There are implemented some helper functions if you need to update the automata automatically. (`remove_state(...)`, `add_transition(...)`, `is_valid()`, ...)

### Deterministic finite automata (DFA)

The implementation for DFA can be found in the file `dfa.py` with a description of each function.

#### Example use-case of DFA:
The `DFATransitions` is an alias to `Dict[str, Dict[str, str]]`. Keys of this dictionary are symbols where the transition begins. Values are nested dictionaries with alphabet symbols as keys and states where the transition ends as a values.

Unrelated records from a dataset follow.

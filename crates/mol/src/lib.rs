//! Reading SMILES into a perceived molecule, standardizing it and writing it back.
//!
//! # Overview
//!
//! [`parse`] reads SMILES text (through `purr`) and perceives it: implicit hydrogens,
//! rings, aromaticity, Kekulé bond orders, hybridization. [`standardize`] picks the parent
//! component and brings it to its neutral form. [`write_smiles`] writes a molecule back.
//!
//! INTERFACE NOTE (remove when implemented): the public items below are the contract the
//! other crates code against. Their bodies are for the mol helper to write; their names and
//! signatures stay.
#![deny(missing_docs)]

mod elements;
mod error;
mod molecule;
mod perceive;
mod read;
mod standardize;
mod symmetry;
mod write;

pub use error::{Error, ErrorKind, Span};
pub use molecule::{Atom, Bond, Hybridization, Molecule, Neighbor};
pub use read::{MAX_INLINE_LENGTH, MAX_LENGTH};
pub use write::write_smiles_ordered;

/// Reads SMILES text and perceives it (hydrogens, rings, aromaticity, Kekulé form,
/// hybridization). All components are kept, in input order.
pub fn parse(smiles: &str) -> Result<Molecule, Error> {
    let written = read::read(smiles)?;
    perceive::perceive(smiles, written)
}

/// The parent component chosen by [`standardize`], in its neutral form where one exists.
#[derive(Clone, Debug)]
pub struct Standardized {
    /// The parent: one component, renumbered from 0, perceived.
    pub parent: Molecule,
    /// For each parent atom, the index of the atom it came from in the input molecule.
    pub origin: Vec<usize>,
    /// The other components (counter-ions, solvent), written as SMILES, in input order.
    pub others: Vec<String>,
    /// What was changed to reach the neutral form, in words (for warnings).
    pub changes: Vec<String>,
}

/// Picks the parent component (largest organic one) and neutralizes charges that have a
/// neutral form, keeping permanent ones (quaternary N, nitro, N-oxide, sulfonium).
pub fn standardize(molecule: &Molecule) -> Result<Standardized, Error> {
    standardize::standardize(molecule)
}

/// Writes a molecule as SMILES (aromatic atoms lower case, charges and hydrogens in brackets
/// where needed). Reading the output back gives the same molecule.
pub fn write_smiles(molecule: &Molecule) -> String {
    write::write_smiles_ordered(molecule).0
}

/// Symmetry classes: atoms with the same number are topologically equivalent (iterated
/// graph invariants, refined until stable). Used to group equivalent sites.
pub fn symmetry_classes(molecule: &Molecule) -> Vec<u32> {
    symmetry::symmetry_classes(molecule)
}

/// The element symbol for an atomic number (`*` for 0), e.g. `Cl` for 17.
pub fn element_symbol(element: u8) -> &'static str {
    elements::symbol(element)
}
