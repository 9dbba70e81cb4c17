//! Standardizing: the parent component in its neutral form.
//!
//! The rules, in order:
//!
//! 1. Parent: the component with the most heavy atoms among those containing carbon (or
//!    among all, if none does); ties go to the first. The others are reported as SMILES.
//! 2. Explicit hydrogen atoms (`[H]`, not isotopes, one heavy neighbour) are folded into
//!    their neighbour's hydrogen count.
//! 3. Pentavalent nitrogen written with `=O` (nitro `N(=O)=O`, N-oxide `N(=O)`) becomes the
//!    charge-separated `[N+][O-]`, so both spellings give one parent.
//! 4. Permanent cations are those with no hydrogen to lose (quaternary N+, `[n+]`,
//!    sulfonium, oxonium without H). An anion bonded to one of them is part of an ylide or
//!    a dipolar group (nitro, N-oxide, azide) and is kept.
//! 5. Every other anion on O, S, Se, N or C gains a proton (carboxylate, phenolate,
//!    thiolate, sulfonate, phosphate, azolide, sulfonamide anion); every cation on N, P, O
//!    or S with a hydrogen loses one (ammonium, iminium, pyridinium `[nH+]`).
//!
//! A molecule with a permanent cation and a remote anion (a betaine) therefore ends as the
//! cation with its acid protonated: whatever protonation state it was written in, the same
//! parent comes out. These are common practice in structure standardization.

use crate::molecule::Molecule;
use crate::perceive::reperceive;
use crate::write::write_smiles_ordered;
use crate::{Error, ErrorKind, Span, Standardized};

/// The atoms `keep` (sorted) as a molecule of their own, renumbered from 0, with bonds
/// among them; perception fields are copied, not recomputed.
pub(crate) fn submolecule(m: &Molecule, keep: &[usize]) -> Molecule {
    let mut index = vec![usize::MAX; m.atoms.len()];
    for (k, &a) in keep.iter().enumerate() {
        index[a] = k;
    }
    let atoms = keep.iter().map(|&a| m.atoms[a].clone()).collect();
    let bonds = m
        .bonds
        .iter()
        .filter(|b| index[b.a] != usize::MAX && index[b.b] != usize::MAX)
        .map(|b| {
            let mut b = b.clone();
            let (x, y) = (index[b.a], index[b.b]);
            b.a = x.min(y);
            b.b = x.max(y);
            b
        })
        .collect();
    let mut sub = Molecule {
        input: m.input.clone(),
        atoms,
        bonds,
        neighbors: Default::default(),
        rings: Vec::new(),
        components: Vec::new(),
    };
    sub.rebuild_graph();
    let ring_map: Vec<Vec<usize>> = m
        .rings
        .iter()
        .filter(|r| r.iter().all(|&a| index[a] != usize::MAX))
        .map(|r| r.iter().map(|&a| index[a]).collect())
        .collect();
    sub.rings = ring_map;
    sub
}

/// Whether the rules above would leave the molecule as it is: one component, no charges,
/// no hydrogen atoms, no ionic metal and no pentavalent nitrogen. Such a molecule is its
/// own parent (the full path would copy it, re-perceive it and get the same molecule back,
/// which `tests/standardize_fast_path.rs` checks over the reference sets).
fn unchanged(m: &Molecule) -> bool {
    if m.components.len() != 1 || m.atoms.is_empty() {
        return false;
    }
    m.atoms.iter().enumerate().all(|(i, a)| {
        if a.charge != 0 || a.element == 1 || is_ionic_metal(a.element) {
            return false;
        }
        if a.element == 7 {
            let valence: u32 = m.neighbors[i]
                .iter()
                .map(|n| m.bonds[n.bond].order as u32)
                .sum::<u32>()
                + a.hydrogens as u32;
            if valence == 5 {
                return false;
            }
        }
        true
    })
}

/// As [`standardize`], taking the molecule: one that needs no change becomes the parent
/// without a copy.
pub(crate) fn standardize_owned(m: Molecule) -> Result<Standardized, Error> {
    if unchanged(&m) {
        let origin = (0..m.atoms.len()).collect();
        return Ok(Standardized {
            parent: m,
            origin,
            others: Vec::new(),
            changes: Vec::new(),
        });
    }
    standardize_full(&m)
}

pub(crate) fn standardize(m: &Molecule) -> Result<Standardized, Error> {
    if unchanged(m) {
        return Ok(Standardized {
            parent: m.clone(),
            origin: (0..m.atoms.len()).collect(),
            others: Vec::new(),
            changes: Vec::new(),
        });
    }
    standardize_full(m)
}

/// The rules applied step by step (what [`standardize`] does for every molecule that may
/// change).
pub(crate) fn standardize_full(m: &Molecule) -> Result<Standardized, Error> {
    if m.atoms.is_empty() {
        return Err(Error::new(
            ErrorKind::Empty,
            &m.input,
            Span::new(0, m.input.len()),
        ));
    }
    let mut changes = Vec::new();
    let disconnected = disconnect_metals(m, &mut changes);
    let m = &disconnected;
    let key = |c: &Vec<usize>| {
        let organic = c.iter().any(|&a| m.atoms[a].element == 6);
        let heavy = c.iter().filter(|&&a| m.atoms[a].element > 1).count();
        (organic, heavy)
    };
    let mut parent_index = 0;
    for (k, c) in m.components.iter().enumerate() {
        if key(c) > key(&m.components[parent_index]) {
            parent_index = k;
        }
    }
    let others: Vec<String> = m
        .components
        .iter()
        .enumerate()
        .filter(|(k, _)| *k != parent_index)
        .map(|(_, c)| write_smiles_ordered(&submolecule(m, c)).0)
        .collect();
    if !others.is_empty() {
        changes.push(format!(
            "kept the largest component; removed {}",
            others.join(", ")
        ));
    }

    // Explicit hydrogens fold into counts.
    let component = &m.components[parent_index];
    let mut extra_h = vec![0u8; m.atoms.len()];
    let mut keep = Vec::with_capacity(component.len());
    let mut folded = 0;
    for &a in component {
        let atom = &m.atoms[a];
        let foldable = atom.element == 1
            && atom.isotope.is_none()
            && atom.charge == 0
            && atom.hydrogens == 0
            && m.neighbors[a].len() == 1
            && m.atoms[m.neighbors[a][0].atom].element > 1;
        if foldable {
            extra_h[m.neighbors[a][0].atom] += 1;
            folded += 1;
        } else {
            keep.push(a);
        }
    }
    if folded > 0 {
        changes.push(format!(
            "folded {folded} explicit hydrogen atom(s) into counts"
        ));
    }
    let mut p = submolecule(m, &keep);
    for (k, &a) in keep.iter().enumerate() {
        p.atoms[k].hydrogens = p.atoms[k].hydrogens.saturating_add(extra_h[a]);
    }

    // Pentavalent N=O becomes N+-O-.
    for i in 0..p.atoms.len() {
        let a = &p.atoms[i];
        if a.element != 7 || a.charge != 0 {
            continue;
        }
        let valence: u32 = p.neighbors[i]
            .iter()
            .map(|n| p.bonds[n.bond].order as u32)
            .sum::<u32>()
            + a.hydrogens as u32;
        if valence != 5 {
            continue;
        }
        let oxo = p.neighbors[i].iter().copied().find(|n| {
            let o = &p.atoms[n.atom];
            o.element == 8
                && o.charge == 0
                && p.neighbors[n.atom].len() == 1
                && p.bonds[n.bond].order == 2
        });
        if let Some(n) = oxo {
            p.atoms[i].charge = 1;
            p.atoms[n.atom].charge = -1;
            p.bonds[n.bond].order = 1;
            p.atoms[i].bracket = true;
            p.atoms[n.atom].bracket = true;
            changes.push(format!("wrote N=O at atom {} as [N+][O-]", keep[i]));
        }
    }

    // S+-O- and P+-O- are the same groups as S=O and P=O (sulfoxide, sulfone, phosphine
    // oxide, phosphate written charge-separated); the double-bond form is the standard.
    loop {
        let mut merged = false;
        for i in 0..p.atoms.len() {
            if !matches!(p.atoms[i].element, 15 | 16 | 34) || p.atoms[i].charge < 1 {
                continue;
            }
            let oxide = p.neighbors[i].iter().copied().find(|n| {
                let o = &p.atoms[n.atom];
                o.element == 8
                    && o.charge == -1
                    && o.hydrogens == 0
                    && p.neighbors[n.atom].len() == 1
                    && p.bonds[n.bond].order == 1
            });
            if let Some(n) = oxide {
                p.atoms[i].charge -= 1;
                p.atoms[n.atom].charge = 0;
                p.bonds[n.bond].order = 2;
                changes.push(format!(
                    "wrote {}+ O- at atom {} as a double bond",
                    crate::element_symbol(p.atoms[i].element),
                    keep[i]
                ));
                merged = true;
            }
        }
        if !merged {
            break;
        }
    }

    let permanent: Vec<bool> = p
        .atoms
        .iter()
        .enumerate()
        .map(|(i, a)| a.charge > 0 && p.total_hydrogens(i) == 0)
        .collect();
    for i in 0..p.atoms.len() {
        let a = &p.atoms[i];
        let symbol = crate::element_symbol(a.element);
        if a.charge == -1 && matches!(a.element, 6 | 7 | 8 | 16 | 34) {
            if p.neighbors[i].iter().any(|n| permanent[n.atom]) {
                continue;
            }
            let a = &mut p.atoms[i];
            a.charge = 0;
            a.hydrogens += 1;
            a.bracket = true;
            changes.push(format!("added H+ to {symbol}- at atom {}", keep[i]));
        } else if a.charge == 1 && matches!(a.element, 7 | 8 | 15 | 16) && a.hydrogens > 0 {
            let a = &mut p.atoms[i];
            a.charge = 0;
            a.hydrogens -= 1;
            a.bracket = true;
            changes.push(format!("removed H+ from {symbol}+ at atom {}", keep[i]));
        }
    }
    reperceive(&mut p);
    Ok(Standardized {
        parent: p,
        origin: keep,
        others,
        changes,
    })
}

/// Alkali and alkaline-earth metals, whose bonds to non-metals are ionic: written as bonds
/// (`CC(=O)O[Na]`) they are the same salt as the separated ions.
fn is_ionic_metal(element: u8) -> bool {
    matches!(element, 3 | 11 | 19 | 37 | 55 | 4 | 12 | 20 | 38 | 56)
}

/// Breaks bonds between ionic metals and O, N, S or halogens into ion pairs: the metal
/// takes +1 and the other atom -1 per bond. Common practice in structure standardization.
fn disconnect_metals(m: &Molecule, changes: &mut Vec<String>) -> Molecule {
    let mut out = m.clone();
    let mut removed = vec![false; m.bonds.len()];
    for (k, b) in m.bonds.iter().enumerate() {
        let (x, y) = if is_ionic_metal(m.atoms[b.a].element) {
            (b.a, b.b)
        } else {
            (b.b, b.a)
        };
        if !is_ionic_metal(m.atoms[x].element)
            || !matches!(m.atoms[y].element, 7 | 8 | 9 | 16 | 17 | 35 | 53)
            || b.order != 1
        {
            continue;
        }
        removed[k] = true;
        out.atoms[x].charge = out.atoms[x].charge.saturating_add(1);
        out.atoms[y].charge = out.atoms[y].charge.saturating_sub(1);
        out.atoms[x].bracket = true;
        out.atoms[y].bracket = true;
        changes.push(format!(
            "separated the {}-{} bond (atoms {x}, {y}) into ions",
            crate::element_symbol(m.atoms[x].element),
            crate::element_symbol(m.atoms[y].element)
        ));
    }
    if removed.iter().any(|&r| r) {
        let mut k = 0;
        out.bonds.retain(|_| {
            k += 1;
            !removed[k - 1]
        });
        out.rebuild_graph();
    }
    out
}
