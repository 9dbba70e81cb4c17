//! The periodic table as far as SMILES reading needs it: symbols and valence rules.
//!
//! Default valences are those of the OpenSMILES specification (organic subset: B 3; C 4;
//! N 3, 5; O 2; P 3, 5; S 2, 4, 6; halogens 1). Charged atoms take the valences of the
//! isoelectronic neutral element (N+ like C, O- like F), common practice in SMILES readers.

/// Element symbols by atomic number; index 0 is the `*` wildcard.
const SYMBOLS: [&str; 119] = [
    "*", "H", "He", "Li", "Be", "B", "C", "N", "O", "F", "Ne", "Na", "Mg", "Al", "Si", "P", "S",
    "Cl", "Ar", "K", "Ca", "Sc", "Ti", "V", "Cr", "Mn", "Fe", "Co", "Ni", "Cu", "Zn", "Ga", "Ge",
    "As", "Se", "Br", "Kr", "Rb", "Sr", "Y", "Zr", "Nb", "Mo", "Tc", "Ru", "Rh", "Pd", "Ag", "Cd",
    "In", "Sn", "Sb", "Te", "I", "Xe", "Cs", "Ba", "La", "Ce", "Pr", "Nd", "Pm", "Sm", "Eu", "Gd",
    "Tb", "Dy", "Ho", "Er", "Tm", "Yb", "Lu", "Hf", "Ta", "W", "Re", "Os", "Ir", "Pt", "Au", "Hg",
    "Tl", "Pb", "Bi", "Po", "At", "Rn", "Fr", "Ra", "Ac", "Th", "Pa", "U", "Np", "Pu", "Am", "Cm",
    "Bk", "Cf", "Es", "Fm", "Md", "No", "Lr", "Rf", "Db", "Sg", "Bh", "Hs", "Mt", "Ds", "Rg", "Cn",
    "Nh", "Fl", "Mc", "Lv", "Ts", "Og",
];

/// The symbol for an atomic number (`*` for 0, `?` past the table).
pub fn symbol(element: u8) -> &'static str {
    SYMBOLS.get(element as usize).copied().unwrap_or("?")
}

/// The atomic number for a symbol written with its first letter upper case.
pub fn atomic_number(symbol: &str) -> Option<u8> {
    SYMBOLS.iter().position(|s| *s == symbol).map(|i| i as u8)
}

/// Main-group elements whose valence we know: (atomic number, group, period).
const MAIN_GROUP: [(u8, u8, u8); 22] = [
    (5, 13, 2),
    (6, 14, 2),
    (7, 15, 2),
    (8, 16, 2),
    (9, 17, 2),
    (13, 13, 3),
    (14, 14, 3),
    (15, 15, 3),
    (16, 16, 3),
    (17, 17, 3),
    (31, 13, 4),
    (32, 14, 4),
    (33, 15, 4),
    (34, 16, 4),
    (35, 17, 4),
    (49, 13, 5),
    (50, 14, 5),
    (51, 15, 5),
    (52, 16, 5),
    (53, 17, 5),
    (85, 17, 6),
    (117, 17, 7),
];

/// [`MAIN_GROUP`] by atomic number, built once at compile time: valence rules are looked up
/// for every atom read.
const GROUP_PERIOD: [Option<(u8, u8)>; 256] = {
    let mut table = [None; 256];
    let mut k = 0;
    while k < MAIN_GROUP.len() {
        let (z, g, p) = MAIN_GROUP[k];
        table[z as usize] = Some((g, p));
        k += 1;
    }
    table
};

fn group_period(element: u8) -> Option<(u8, u8)> {
    GROUP_PERIOD[element as usize]
}

/// Outer-shell electrons of a main-group element (0 when unknown).
pub fn outer_electrons(element: u8) -> i32 {
    match element {
        1 => 1,
        _ => group_period(element).map_or(0, |(g, _)| g as i32 - 10),
    }
}

/// The valences an atom may have, lowest first, for the element and formal charge; `None`
/// when the element has no valence rule here (metals, noble gases, wildcard).
///
/// Period 2 follows the octet; heavier elements may expand it (P 3, 5; S 2, 4, 6; Cl up to 7).
pub fn allowed_valences(element: u8, charge: i8) -> Option<&'static [u8]> {
    if element == 1 {
        return match charge {
            0 => Some(&[1]),
            1 | -1 => Some(&[0]),
            _ => None,
        };
    }
    let (group, period) = group_period(element)?;
    let effective = group as i16 - charge as i16;
    let heavy = period > 2;
    Some(match (effective, heavy) {
        (13, _) => &[3],
        (14, _) => &[4],
        (15, false) if element == 7 && charge == 0 => &[3, 5],
        (15, false) => &[3],
        (15, true) => &[3, 5],
        (16, false) => &[2],
        (16, true) => &[2, 4, 6],
        (17, false) => &[1],
        (17, true) => &[1, 3, 5, 7],
        _ => return None,
    })
}

/// Default valences of the OpenSMILES organic subset, used to count implicit hydrogens on
/// atoms written without brackets.
pub fn organic_valences(element: u8) -> &'static [u8] {
    match element {
        5 => &[3],
        6 => &[4],
        7 | 15 => &[3, 5],
        8 => &[2],
        16 => &[2, 4, 6],
        9 | 17 | 35 | 53 | 85 | 117 => &[1],
        _ => &[],
    }
}

/// Pauling electronegativity, enough to rank neighbours (0 when unknown).
pub fn electronegativity(element: u8) -> f32 {
    match element {
        1 => 2.20,
        5 => 2.04,
        6 => 2.55,
        7 => 3.04,
        8 => 3.44,
        9 => 3.98,
        14 => 1.90,
        15 => 2.19,
        16 => 2.58,
        17 => 3.16,
        33 => 2.18,
        34 => 2.55,
        35 => 2.96,
        52 => 2.1,
        53 => 2.66,
        _ => 0.0,
    }
}

#[cfg(test)]
mod tests {
    use super::*;

    #[test]
    fn symbols_round_trip() {
        for z in 0..=118u8 {
            assert_eq!(atomic_number(symbol(z)), Some(z));
        }
        assert_eq!(symbol(17), "Cl");
        assert_eq!(symbol(200), "?");
    }

    #[test]
    fn charged_atoms_take_isoelectronic_valences() {
        assert_eq!(allowed_valences(7, 1), Some(&[4u8][..]));
        assert_eq!(allowed_valences(8, -1), Some(&[1u8][..]));
        assert_eq!(allowed_valences(16, 1), Some(&[3u8, 5][..]));
        assert_eq!(allowed_valences(26, 2), None);
    }
}
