//! Symmetry classes by iterated refinement of atom invariants.

use crate::molecule::Molecule;

/// Class numbers such that topologically equivalent atoms share one.
///
/// Atoms start from an invariant (element, isotope, charge, degree, hydrogens, aromaticity,
/// ring membership); each round an atom's class is refined by the sorted classes of its
/// neighbours and the bonds to them, until the number of classes stops growing. Classes are
/// numbered by the rank of their invariants, so they do not depend on input order.
///
/// # Reference
///
/// H. L. Morgan, "The generation of a unique machine description for chemical structures",
/// J. Chem. Doc. 1965, 5, 107-113 (iterated neighbour refinement; here on ranks rather than
/// sums, so classes only split and the loop ends within n rounds).
pub fn symmetry_classes(m: &Molecule) -> Vec<u32> {
    let n = m.atoms.len();
    let initial: Vec<(u8, u16, i8, usize, usize, bool, bool)> = (0..n)
        .map(|i| {
            let a = &m.atoms[i];
            (
                a.element,
                a.isotope.unwrap_or(0),
                a.charge,
                m.degree(i),
                m.total_hydrogens(i),
                a.aromatic,
                a.ring_count > 0,
            )
        })
        .collect();
    let mut classes = rank(&initial);
    let mut count = distinct(&classes);
    // Each round's keys, flat: an atom's sorted neighbour entries sit at
    // `flat[start[i]..start[i + 1]]`, each entry (class, bond order, aromatic) packed in a
    // u64 so that integer order is tuple order.
    let mut start = Vec::with_capacity(n + 1);
    start.push(0);
    for i in 0..n {
        start.push(start[i] + m.neighbors[i].len());
    }
    let mut flat = vec![0u64; start[n]];
    let mut idx: Vec<usize> = Vec::with_capacity(n);
    let mut next = vec![0u32; n];
    for _ in 0..n {
        // All atoms already apart: a round would rank by the classes alone and give them
        // back unchanged.
        if count == n {
            break;
        }
        for i in 0..n {
            let entries = &mut flat[start[i]..start[i + 1]];
            for (e, nb) in entries.iter_mut().zip(m.neighbors[i].iter()) {
                let b = &m.bonds[nb.bond];
                // Aromatic bonds compare as one kind whatever their Kekulé order.
                let order = if b.aromatic { 4 } else { b.order };
                *e = (classes[nb.atom] as u64) << 16 | (order as u64) << 8 | b.aromatic as u64;
            }
            entries.sort_unstable();
        }
        let key = |i: usize| (classes[i], &flat[start[i]..start[i + 1]]);
        idx.clear();
        idx.extend(0..n);
        // Equal keys get one class whatever their order: no need for a stable sort.
        idx.sort_unstable_by(|&a, &b| key(a).cmp(&key(b)));
        let mut class = 0u32;
        for k in 0..n {
            if k > 0 && key(idx[k]) != key(idx[k - 1]) {
                class += 1;
            }
            next[idx[k]] = class;
        }
        let c = distinct(&next);
        std::mem::swap(&mut classes, &mut next);
        if c == count {
            break;
        }
        count = c;
    }
    classes
}

fn rank<T: Ord>(keys: &[T]) -> Vec<u32> {
    let mut idx: Vec<usize> = (0..keys.len()).collect();
    idx.sort_unstable_by(|&a, &b| keys[a].cmp(&keys[b]));
    let mut out = vec![0u32; keys.len()];
    let mut class = 0u32;
    for k in 0..idx.len() {
        if k > 0 && keys[idx[k]] != keys[idx[k - 1]] {
            class += 1;
        }
        out[idx[k]] = class;
    }
    out
}

fn distinct(classes: &[u32]) -> usize {
    classes.iter().max().map_or(0, |&m| m as usize + 1)
}

#[cfg(test)]
mod tests {
    use crate::{parse, symmetry_classes};

    fn classes(s: &str) -> Vec<u32> {
        symmetry_classes(&parse(s).expect("test SMILES reads"))
    }

    #[test]
    fn piperazine_nitrogens_are_equivalent() {
        let c = classes("C1CNCCN1");
        assert_eq!(c[2], c[5]);
        assert_eq!(c[0], c[1]);
        assert_ne!(c[0], c[2]);
    }

    #[test]
    fn succinic_acid_carboxyls_are_equivalent() {
        // O0 C1 (=O2) C3 C4 C5 (O6) =O7
        let c = classes("OC(=O)CCC(O)=O");
        assert_eq!(c[1], c[5]);
        assert_eq!(c[0], c[6]);
        assert_eq!(c[2], c[7]);
        assert_ne!(c[0], c[2]);
    }

    #[test]
    fn substituted_pyridine_positions_differ() {
        // 4-methylpyridine: C2/C6 alike, C3/C5 alike, N and C4 apart.
        let c = classes("Cc1ccncc1");
        assert_eq!(c[2], c[6]);
        assert_eq!(c[3], c[5]);
        assert_ne!(c[2], c[3]);
        assert_ne!(c[4], c[1]);
        // 3-methylpyridine has no mirror: every ring atom differs.
        let c = classes("Cc1cccnc1");
        let ring = &c[1..];
        let mut sorted = ring.to_vec();
        sorted.sort_unstable();
        sorted.dedup();
        assert_eq!(sorted.len(), ring.len());
    }

    #[test]
    fn classes_do_not_depend_on_atom_order() {
        let a = classes("OCC(=O)O");
        let b = classes("OC(=O)CO");
        let mut x = a.clone();
        let mut y = b.clone();
        x.sort_unstable();
        y.sort_unstable();
        assert_eq!(x, y);
        // The alcohol O (atom 0 / atom 4) has the same class number in both.
        assert_eq!(a[0], b[4]);
    }
}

**Example of a transition function**
[![](https://mermaid.ink/img/pako:eNpFj7EOgzAMRH8l8gRSkIAxlTp1bJd2bDpExJQIQlASBoT497qBqp78zmfLt0LjNIKAt1dTx653OTKqUGVZqPL8oJqo_tLB5ZO9WFGcyffzE1a8TFq9-9IkxGVAWmCtGYbCTaoxcRElp4F3Pf6VE3Cw6K0ymr5Z0wGIHVqUIKjVyvcS5LiRT83RPZaxARH9jBzmSauIF6MohAXRqiGQitpE5297vJRy-wDaf0jH?type=png)](https://mermaid.live/edit#pako:eNpFj7EOgzAMRH8l8gRSkIAxlTp1bJd2bDpExJQIQlASBoT497qBqp78zmfLt0LjNIKAt1dTx653OTKqUGVZqPL8oJqo_tLB5ZO9WFGcyffzE1a8TFq9-9IkxGVAWmCtGYbCTaoxcRElp4F3Pf6VE3Cw6K0ymr5Z0wGIHVqUIKjVyvcS5LiRT83RPZaxARH9jBzmSauIF6MohAXRqiGQitpE5297vJRy-wDaf0jH)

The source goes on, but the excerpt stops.